Evaluate clinical characteristics, rate of side effects and efficacy (seizure reduction) of the Ketogenic Diet in Trisomy 21 patients with refractory epilepsy.

Trisomy 21 (T21) is a condition with numerous comorbidities. Epilepsy affects 1-13% of this population, with Infantile Spasms (IS) being common¹. Ketogenic diet (KD) is a non-drug option that has been frequently used to treat drug-resistant seizures and it has been found successful in treating IS². Given the renewed interest KD as an anti-seizure therapy, we reviewed a cohort of patients with T21 and epilepsy followed at our center who had been maintained on KD.

Retrospective review of a cohort of T21 patients with refractory epilepsy on KD. Clinical characteristics, including type of epilepsy, age of onset, number of anti-epileptic drugs (AEDs) at onset and after starting KD, duration on KD and ratio of KD, parental report of reduction in seizures and complications related to KD were included.

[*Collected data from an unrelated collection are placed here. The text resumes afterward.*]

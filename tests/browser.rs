//! The demo report in a real browser: Debian's chromium, headless, opens the
//! file offline, renders a non-blank page with the heat maps and the verdict,
//! and logs no console errors. Skips with a message when chromium is not
//! installed, unless SEPTUM_REQUIRE_BROWSER=1 (as CI sets it).

mod common;
use common::*;
use std::io::Write;
use std::path::{Path, PathBuf};
use std::process::{Command, Stdio};
use std::time::{Duration, Instant};

fn find_browser() -> Option<PathBuf> {
    let path = std::env::var_os("PATH")?;
    std::env::split_paths(&path)
        .flat_map(|d| ["chromium", "chromium-browser"].map(|n| d.join(n)))
        .find(|p| p.is_file())
}

/// Run the browser with `extra` flags on `url`; (stdout, stderr). Killed
/// after two minutes.
fn browse(browser: &Path, extra: &[String], url: &str) -> (String, String) {
    let profile = tempfile::tempdir().unwrap();
    let mut child = Command::new(browser)
        .args([
            "--headless",
            "--no-sandbox",
            "--disable-gpu",
            "--disable-quic",
            "--no-first-run",
            "--disable-background-networking",
            "--disable-component-update",
            "--disable-sync",
            "--enable-logging=stderr",
            "--v=0",
        ])
        .arg(format!("--user-data-dir={}", profile.path().display()))
        .args(extra)
        .arg(url)
        .stdin(Stdio::null())
        .stdout(Stdio::piped())
        .stderr(Stdio::piped())
        .spawn()
        .expect("the browser starts");
    let (mut out, mut err) = (child.stdout.take().unwrap(), child.stderr.take().unwrap());
    let t_out = std::thread::spawn(move || {
        let mut s = String::new();
        std::io::Read::read_to_string(&mut out, &mut s).ok();
        s
    });
    let t_err = std::thread::spawn(move || {
        let mut s = String::new();
        std::io::Read::read_to_string(&mut err, &mut s).ok();
        s
    });
    let start = Instant::now();
    loop {
        if child.try_wait().unwrap().is_some() {
            break;
        }
        if start.elapsed() > Duration::from_secs(120) {
            child.kill().ok();
            child.wait().ok();
            panic!("{} did not finish within two minutes", browser.display());
        }
        std::thread::sleep(Duration::from_millis(100));
    }
    (t_out.join().unwrap(), t_err.join().unwrap())
}

/// Lines of the browser's log that tell of a page problem: console output
/// (the report has no script, so any is unexpected), uncaught errors, and
/// resources that failed to load.
fn page_problems(stderr: &str) -> Vec<&str> {
    stderr
        .lines()
        .filter(|l| {
            l.contains("CONSOLE")
                || l.contains("Uncaught")
                || l.contains("net::ERR_")
                || l.contains("Failed to load resource")
        })
        .collect()
}

/// Mean and variance of the luma of an 8-bit RGB(A) PNG, and its size.
fn luma_stats(path: &Path) -> (u32, u32, f64, f64) {
    let file = std::io::BufReader::new(std::fs::File::open(path).unwrap());
    let mut reader = png::Decoder::new(file).read_info().unwrap();
    let mut buf = vec![0; reader.output_buffer_size().unwrap()];
    let info = reader.next_frame(&mut buf).unwrap();
    assert_eq!(info.bit_depth, png::BitDepth::Eight);
    let step = match info.color_type {
        png::ColorType::Rgba => 4,
        png::ColorType::Rgb => 3,
        other => panic!("unexpected PNG colour type {other:?}"),
    };
    let px = &buf[..info.buffer_size()];
    let lum: Vec<f64> = px
        .chunks_exact(step)
        .map(|c| 0.2126 * f64::from(c[0]) + 0.7152 * f64::from(c[1]) + 0.0722 * f64::from(c[2]))
        .collect();
    let n = lum.len() as f64;
    let mean = lum.iter().sum::<f64>() / n;
    let var = lum.iter().map(|l| (l - mean).powi(2)).sum::<f64>() / n;
    (info.width, info.height, mean, var)
}

#[test]
fn demo_report_renders_in_a_real_browser() {
    let Some(browser) = find_browser() else {
        if std::env::var("SEPTUM_REQUIRE_BROWSER").as_deref() == Ok("1") {
            panic!(
                "SEPTUM_REQUIRE_BROWSER=1 but no chromium on PATH (apt-get install -y chromium)"
            );
        }
        // Written past the test harness's capture so that the skip shows.
        let _ = writeln!(
            std::io::stderr(),
            "SKIPPED demo_report_renders_in_a_real_browser: chromium is not installed \
             (apt-get install -y chromium; SEPTUM_REQUIRE_BROWSER=1 turns this skip into a failure)"
        );
        return;
    };
    let w = Workdir::new();
    w.ok(&["demo", "--out", "demo"]);
    let limits = concat!(
        env!("CARGO_MANIFEST_DIR"),
        "/procedures/limits-commissioning.toml"
    );
    let claims = concat!(
        env!("CARGO_MANIFEST_DIR"),
        "/procedures/claims-example.toml"
    );
    let out = w.septum(&[
        "report",
        "demo/results",
        "--out",
        "report.html",
        "--limits",
        limits,
        "--claims",
        claims,
    ]);
    // The example claims include a noise maximum that input 7 misses.
    assert_eq!(
        out.status.code(),
        Some(3),
        "{}",
        String::from_utf8_lossy(&out.stderr)
    );
    let page = w.path("report.html").canonicalize().unwrap();
    let url = format!("file://{}", page.display());

    let shot = w.path("report.png");
    let (_, log) = browse(
        &browser,
        &[
            format!("--screenshot={}", shot.display()),
            "--window-size=1280,4000".into(),
        ],
        &url,
    );
    assert!(
        page_problems(&log).is_empty(),
        "page problems: {:?}",
        page_problems(&log)
    );
    let (width, height, mean, var) = luma_stats(&shot);
    assert_eq!((width, height), (1280, 4000));
    // A blank page has a variance near 0; text, tables and heat maps give
    // thousands (luma 0–255).
    assert!(
        var > 500.0,
        "the screenshot looks blank: mean {mean:.1}, variance {var:.1}"
    );
    let keep = std::env::var_os("SEPTUM_KEEP_SCREENSHOT");
    if let Some(dest) = keep {
        std::fs::copy(&shot, dest).unwrap();
    }

    let (dom, log) = browse(&browser, &["--dump-dom".to_string()], &url);
    assert!(
        page_problems(&log).is_empty(),
        "page problems: {:?}",
        page_problems(&log)
    );
    assert!(
        dom.contains("Channel isolation report"),
        "the DOM: {}",
        &dom[..dom.len().min(500)]
    );
    let heatmaps = dom.matches(r#"<svg class="heatmap""#).count();
    assert_eq!(heatmaps, 4, "one heat map per test frequency of the demo");
    assert!(dom.contains(r#"id="verdict-badge""#) && dom.contains(r#"data-outcome="fail""#));
    assert!(dom.contains("Mossgate Vibration Lab"));
}
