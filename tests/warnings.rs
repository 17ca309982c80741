//! Warnings: clipping, strong content other than the tone, an aggressor too
//! weak to trust, a generator far off its nominal frequency.

mod common;
use common::*;
use septum::run::{read_capture, write_capture, WavFormat};
use std::f64::consts::PI;

fn small(w: &Workdir, extra: &[(&str, &str)]) -> serde_json::Value {
    let mut edits = vec![
        (
            "preferred_hz = [125.0, 1000.0, 4000.0, 16000.0]",
            "frequencies_hz = [1100.0]\npreferred_hz = []",
        ),
        ("record_samples = 65536", "record_samples = 16384"),
        ("idle_samples = 65536", "idle_samples = 16384"),
    ];
    edits.extend_from_slice(extra);
    let m = w.model("m.toml", &edits);
    w.ok(&[
        "simulate",
        "-q",
        "--out",
        "run",
        "--model",
        m.to_str().unwrap(),
    ]);
    w.ok(&["analyze", "-q", "run", "--out", "res"]);
    summary(w)
}

fn summary(w: &Workdir) -> serde_json::Value {
    serde_json::from_str(&std::fs::read_to_string(w.path("res/summary.json")).unwrap()).unwrap()
}

fn kinds(s: &serde_json::Value) -> Vec<(String, Option<u64>)> {
    s["warnings"]
        .as_array()
        .unwrap()
        .iter()
        .map(|w| {
            (
                w["kind"].as_str().unwrap().to_string(),
                w["channel"].as_u64(),
            )
        })
        .collect()
}

#[test]
fn a_clean_run_has_no_warnings() {
    let w = Workdir::new();
    assert_eq!(kinds(&small(&w, &[])), vec![]);
}

#[test]
fn clipping_is_flagged_per_channel() {
    let w = Workdir::new();
    let s = small(
        &w,
        &[
            ("level_dbfs = -1.0", "level_dbfs = -0.5"),
            (
                "name = \"accel 1 x\"",
                "name = \"accel 1 x\"\ngain_db = 1.0",
            ),
        ],
    );
    let k = kinds(&s);
    assert!(k.contains(&("clipping".into(), Some(1))), "{k:?}");
    assert!(
        !k.iter()
            .any(|(kind, ch)| kind == "clipping" && *ch != Some(1)),
        "{k:?}"
    );
    let clipped: u64 = read_csv(&w.path("res/channels.csv"))[0]["clipped_samples"]
        .parse()
        .unwrap();
    assert!(clipped > 100);
}

#[test]
fn a_weak_aggressor_is_flagged() {
    let w = Workdir::new();
    // Buried in noise: too weak to trust.
    let s = small(&w, &[("level_dbfs = -1.0", "level_dbfs = -110.0")]);
    let k = kinds(&s);
    assert_eq!(
        k.iter()
            .filter(|(kind, _)| kind == "weak-aggressor")
            .count(),
        8,
        "{k:?}"
    );
    // Clean but 39 dB below the level run.json names (a muted output or a wrong patch).
    let w = Workdir::new();
    small(&w, &[("level_dbfs = -1.0", "level_dbfs = -40.0")]);
    let p = w.path("run/run.json");
    let text = std::fs::read_to_string(&p)
        .unwrap()
        .replace("\"level_dbfs\": -40.0", "\"level_dbfs\": -1.0");
    std::fs::write(&p, text).unwrap();
    w.ok(&["analyze", "-q", "run", "--out", "res", "--force"]);
    let k = kinds(&summary(&w));
    assert_eq!(
        k.iter()
            .filter(|(kind, _)| kind == "weak-aggressor")
            .count(),
        8,
        "{k:?}"
    );
    assert_eq!(k.len(), 8, "{k:?}");
}

/// A second tone on a victim and broadband noise on the aggressor, added to
/// one capture after simulation.
#[test]
fn other_content_is_flagged() {
    let w = Workdir::new();
    small(&w, &[]);
    let cap = w.path("run/captures/003-drive-ch3-1100Hz.wav");
    let c = read_capture(&cap, 8, 48_000).unwrap();
    let mut chans: Vec<Vec<f64>> = c
        .channels
        .iter()
        .map(|ch| ch.iter().map(|v| f64::from(*v)).collect())
        .collect();
    for (n, v) in chans[5].iter_mut().enumerate() {
        *v += 1e-4 * (2.0 * PI * 7_321.0 * n as f64 / 48_000.0).sin();
    }
    for (n, v) in chans[2].iter_mut().enumerate() {
        *v += 0.1 * ((n as f64 * 0.618_034).fract() - 0.5);
    }
    write_capture(&cap, &chans, 48_000, WavFormat::Float32).unwrap();
    w.ok(&["analyze", "-q", "run", "--out", "res", "--force"]);
    let k = kinds(&summary(&w));
    assert!(k.contains(&("spurious".into(), Some(6))), "{k:?}");
    assert!(k.contains(&("aggressor-impure".into(), Some(3))), "{k:?}");
    assert_eq!(k.len(), 2, "{k:?}");
}

#[test]
fn a_generator_far_off_nominal_is_flagged() {
    let w = Workdir::new();
    let s = small(
        &w,
        &[(
            "generator_offset_ppm = 0.0",
            "generator_offset_ppm = -8000.0",
        )],
    );
    let k = kinds(&s);
    assert_eq!(
        k.iter()
            .filter(|(kind, _)| kind == "frequency-offset")
            .count(),
        8,
        "{k:?}"
    );
}
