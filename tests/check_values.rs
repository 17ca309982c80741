//! The numeric core against figures from outside the project. Each check
//! names its source; "computed" marks figures derived from a formula here,
//! "from memory" marks forms not re-checked against the publication.

use rand::{Rng, SeedableRng};
use rand_distr::StandardNormal;
use septum::dsp::fit::{fit_tones, residual_into, ToneModel};
use septum::dsp::freqs::{coherent, third_octave_exact};
use septum::dsp::noise::quadrature_sigma;
use septum::dsp::window::{BLACKMAN_HARRIS_4, BLACKMAN_HARRIS_7, HANN};
use septum::dsp::{amplitude_to_dbfs, rms_to_dbfs};
use septum::model::Coupling;
use std::f64::consts::PI;

/// Quantise a sine of `cycles` cycles in `len` samples to `bits` (no dither)
/// with amplitude 1 − Q/2, fit it, and return (SINAD dB, residual rms / Q).
fn quantised_sine(bits: i32, len: usize, cycles: f64) -> (f64, f64) {
    let q = 2f64.powi(1 - bits);
    let amp = 1.0 - q / 2.0;
    let x: Vec<f32> = (0..len)
        .map(|n| {
            let v = amp * (2.0 * PI * cycles * n as f64 / len as f64 + 0.3).sin();
            ((v / q).round() * q) as f32
        })
        .collect();
    let model = ToneModel::new(cycles, len as f64, len, 1);
    let fit = &fit_tones(&[&x], &model).unwrap()[0];
    let mut bb = Vec::new();
    let ss = residual_into(&x, fit, &model, &mut bb);
    let rms = (ss / len as f64).sqrt();
    (
        amplitude_to_dbfs(fit.fundamental()) - rms_to_dbfs(rms),
        rms / q,
    )
}

/// Check values 1, 2 and 4: ideal quantiser SNR 6.02·N + 1.76 dB (Analog
/// Devices MT-001 / MT-229), error rms Q/√12, and the IEEE Std 1057 / 1241
/// three-parameter fit on a 65536-sample, 1361-cycle record (figures computed
/// with numpy, as CHECK-VALUES.md states).
#[test]
fn ideal_quantiser_sinad() {
    let (s16, e16) = quantised_sine(16, 65_536, 1361.0);
    assert!((s16 - 98.08).abs() < 0.02, "16 bit: {s16}");
    assert!(
        (s16 - (6.0206 * 16.0 + 1.7609)).abs() < 0.05,
        "16 bit vs 6.02N+1.76: {s16}"
    );
    assert!((e16 - 1.0 / 12f64.sqrt()).abs() < 0.003, "e_rms/Q = {e16}");
    let (s12, _) = quantised_sine(12, 65_536, 1361.0);
    assert!((s12 - 73.97).abs() < 0.02, "12 bit: {s12}");
    for (bits, sinad) in [(12, s12), (16, s16)] {
        let enob = (sinad - 1.76) / 6.02;
        assert!(
            (enob - bits as f64).abs() < 0.02,
            "ENOB {enob} for {bits} bits"
        );
    }
}

/// Check value 5: window figures (Heinzel, Rüdiger & Schilling 2002, App. C;
/// Harris 1978).
#[test]
fn window_figures() {
    let n = 4096;
    assert!((HANN.nenbw(n) - 1.5).abs() < 1e-4);
    assert!((HANN.coherent_gain(n) - 0.5).abs() < 1e-12);
    assert!((HANN.response_db(n, 0.5) + 1.4236).abs() < 1e-3);
    assert!((BLACKMAN_HARRIS_4.nenbw(n) - 2.0044).abs() < 1e-4);
    assert!((BLACKMAN_HARRIS_4.coherent_gain(n) - 0.35875).abs() < 1e-12);
    assert!((BLACKMAN_HARRIS_4.response_db(n, 0.5) + 0.8256).abs() < 1e-3);
    // Highest sidelobe about −92 dB: scan beyond the main lobe (4 bins).
    let side = (0..600)
        .map(|i| BLACKMAN_HARRIS_4.response_db(n, 4.2 + i as f64 * 0.01))
        .fold(f64::NEG_INFINITY, f64::max);
    assert!((side + 92.0).abs() < 0.1, "BH4 sidelobe {side}");
}

/// Check value 6: 7-term Blackman-Harris (Albrecht 2001; figures computed).
#[test]
fn seven_term_blackman_harris() {
    let n = 4096;
    assert!(
        (BLACKMAN_HARRIS_7.nenbw(n) - 2.632).abs() < 0.002,
        "{}",
        BLACKMAN_HARRIS_7.nenbw(n)
    );
    let side = (0..500)
        .map(|i| BLACKMAN_HARRIS_7.response_db(n, 7.5 + i as f64 * 0.02))
        .fold(f64::NEG_INFINITY, f64::max);
    assert!((side + 180.0).abs() < 0.5, "BH7 sidelobe {side}");
}

/// Check value 7: a bin-centred sine of amplitude A gives A·S1/2 at its bin
/// (Heinzel et al. 2002, section 9).
#[test]
fn bin_centred_sine_magnitude() {
    let n = 1024;
    let (a, bin) = (0.7, 37.0);
    let w = HANN.samples(n);
    let (mut re, mut im) = (0.0, 0.0);
    for (k, wk) in w.iter().enumerate() {
        let x = a * (2.0 * PI * bin * k as f64 / n as f64 + 0.4).cos() * wk;
        let ph = -2.0 * PI * bin * k as f64 / n as f64;
        re += x * ph.cos();
        im += x * ph.sin();
    }
    let s1: f64 = w.iter().sum();
    assert!(((re * re + im * im).sqrt() / (a * s1 / 2.0) - 1.0).abs() < 1e-12);
}

/// Check value 8: third-octave centres 1000·10^(x/10) (IEC 61260-1:2014,
/// formula from memory; ISO 266).
#[test]
fn third_octave_centres() {
    for (x, f) in [
        (-15, 31.623),
        (-12, 63.096),
        (-9, 125.893),
        (-1, 794.328),
        (5, 3162.278),
        (13, 19952.623),
    ] {
        assert!(
            (third_octave_exact(x) - f).abs() < 0.001,
            "x={x}: {}",
            third_octave_exact(x)
        );
    }
}

/// Check value 9: coherent frequencies J·fs/M (IEEE Std 1241; Maxim AN-1040).
#[test]
fn coherent_frequencies() {
    assert_eq!(coherent(1361, 48_000.0, 65_536), 996.826171875);
    assert_eq!(coherent(2503, 82e6, 8192), 25_054_443.359375);
}

/// Check value 12: capacitive coupling into a low impedance, Vn ≈ jωR·C12·V1
/// (Ott, Noise Reduction Techniques in Electronic Systems, ch. 2): 1 pF into
/// 50 Ω is −130.06 dB at 1 kHz and −110.06 dB at 10 kHz; a shared resistive
/// path is flat.
#[test]
fn capacitive_coupling_model() {
    let at_1k = 2.0 * PI * 1e3 * 50.0 * 1e-12;
    let c = Coupling {
        shared: 0.0,
        capacitive: at_1k,
    };
    assert!((amplitude_to_dbfs(c.magnitude(1e3)) + 130.06).abs() < 0.01);
    assert!((amplitude_to_dbfs(c.magnitude(1e4)) + 110.06).abs() < 0.01);
    let r = Coupling {
        shared: 1e-5,
        capacitive: 0.0,
    };
    assert_eq!(r.magnitude(100.0), r.magnitude(10_000.0));
}

/// Check value 13: a three-parameter fit to white noise σ over M samples
/// gives a Rayleigh amplitude with mean σ·√(π/M) (statistics of the
/// least-squares estimator, Kay 1993): σ = 1e-3, M = 8192 → 1.958e-5, ±3 %
/// over 1000 trials. The local-noise estimate must agree with the truth too.
#[test]
fn noise_only_fit_is_rayleigh() {
    let mut rng = rand::rngs::StdRng::seed_from_u64(13);
    let (m, sigma) = (8192, 1e-3);
    let model = ToneModel::new(997.0, 48_000.0, m, 1);
    let mut planner = rustfft::FftPlanner::new();
    let (mut amp_sum, mut est_sum) = (0.0, 0.0);
    let mut bb = Vec::new();
    for _ in 0..1000 {
        let x: Vec<f32> = (0..m)
            .map(|_| (sigma * rng.sample::<f64, _>(StandardNormal)) as f32)
            .collect();
        let fit = &fit_tones(&[&x], &model).unwrap()[0];
        amp_sum += fit.fundamental();
        residual_into(&x, fit, &model, &mut bb);
        est_sum += quadrature_sigma(&bb, 997.0, 48_000.0, 1, &mut planner).unwrap();
    }
    let mean = amp_sum / 1000.0;
    assert!(
        (mean / 1.958e-5 - 1.0).abs() < 0.03,
        "mean amplitude {mean}"
    );
    assert!((mean / (sigma * (PI / m as f64).sqrt()) - 1.0).abs() < 0.03);
    // Each quadrature part: σ·√(2/M).
    let est = est_sum / 1000.0;
    assert!(
        (est / (sigma * (2.0 / m as f64).sqrt()) - 1.0).abs() < 0.02,
        "σq estimate {est}"
    );
}

/// Check value 14: dBFS per AES17: a full-scale sine is 0.00 dBFS, a
/// full-scale square +3.01 dBFS.
#[test]
fn dbfs_convention() {
    let sine_rms = (0..48_000)
        .map(|n| (2.0 * PI * 1000.0 * n as f64 / 48_000.0).sin().powi(2))
        .sum::<f64>()
        / 48_000.0;
    assert!(rms_to_dbfs(sine_rms.sqrt()).abs() < 0.01);
    assert!((rms_to_dbfs(1.0) - 3.01).abs() < 0.01);
}

/// IEC 61672-1:2013 Table 3, frequency weighting A at the base-10 exact
/// third-octave frequencies, rounded to 0.1 dB (table values from memory of
/// the standard; the analytic form is the standard's Annex E).
#[test]
fn a_weighting_table() {
    use septum::dsp::weighting::a_weighting_db;
    let table = [
        (-20, -70.4),
        (-17, -50.5),
        (-15, -39.4),
        (-12, -26.2),
        (-10, -19.1),
        (-9, -16.1),
        (-6, -8.6),
        (-3, -3.2),
        (-1, -0.8),
        (0, 0.0),
        (2, 1.0),
        (3, 1.2),
        (5, 1.2),
        (6, 1.0),
        (8, -0.1),
        (9, -1.1),
        (10, -2.5),
        (12, -6.6),
        (13, -9.3),
    ];
    for (x, db) in table {
        let f = third_octave_exact(x);
        let got = a_weighting_db(f);
        assert!(
            (got - db).abs() <= 0.051,
            "{f:.1} Hz: {got:.3} dB vs table {db}"
        );
    }
}

/// Jitter-limited SNR −20·log10(2π·f·σt) (Analog Devices MT-007; Brannon
/// 2004): 100 MHz with 100 fs → 84.04 dB, 10 MHz with 10 ps → 64.04 dB.
#[test]
fn jitter_limited_snr() {
    use septum::dsp::level::jitter_snr_db;
    assert!((jitter_snr_db(100e6, 100e-15) - 84.04).abs() < 0.01);
    assert!((jitter_snr_db(10e6, 10e-12) - 64.04).abs() < 0.01);
}

/// ENOB from SINAD, (SINAD − 1.76)/6.02 (IEEE Std 1241, form from memory):
/// 62 dB → 10.007 bits, 50 dB → 8.013 bits; and the IEEE 1241 form from the
/// noise and distortion, log2(FSR/(NAD·√12)), agrees at full scale.
#[test]
fn enob_forms() {
    use septum::dsp::level::{enob_from_nad, enob_from_sinad};
    assert!((enob_from_sinad(62.0) - 10.007).abs() < 0.001);
    assert!((enob_from_sinad(50.0) - 8.013).abs() < 0.001);
    // Full-scale sine (rms 1/√2) with NAD such that SINAD = 62 dB.
    let nad = (1.0 / 2f64.sqrt()) / 10f64.powf(62.0 / 20.0);
    assert!((enob_from_nad(nad) - enob_from_sinad(62.0)).abs() < 0.002);
    // An ideal 16-bit quantiser: NAD = Q/√12 gives exactly 16 bits.
    assert!((enob_from_nad(2f64.powi(-15) / 12f64.sqrt()) - 16.0).abs() < 1e-12);
}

Seven patients were included in the review (87% male). Age ranged from 2-13 years (average age [months]: 79 months, SD: 50.7). Seizures started on average at 11.2 months (SD 16.4 months) and 85.7% of patients initially had hypsarrhythmia and clinical spasms. At initiation of KD patients were on 2-4 AEDs and on average 24.4 months old (age ranging 11-86 months, SD 27 months). At 6 month follow up, 57% of patients were on AEDs; 71.43% achieved seizure freedom. On average, patients remained on KD for 20.8 months and most common side effect was mild hyperlipidemia (71.4%). A small amount of patients reported some GI intolerance and acidosis (28.5%). No patients had weight loss, renal stones or strokes.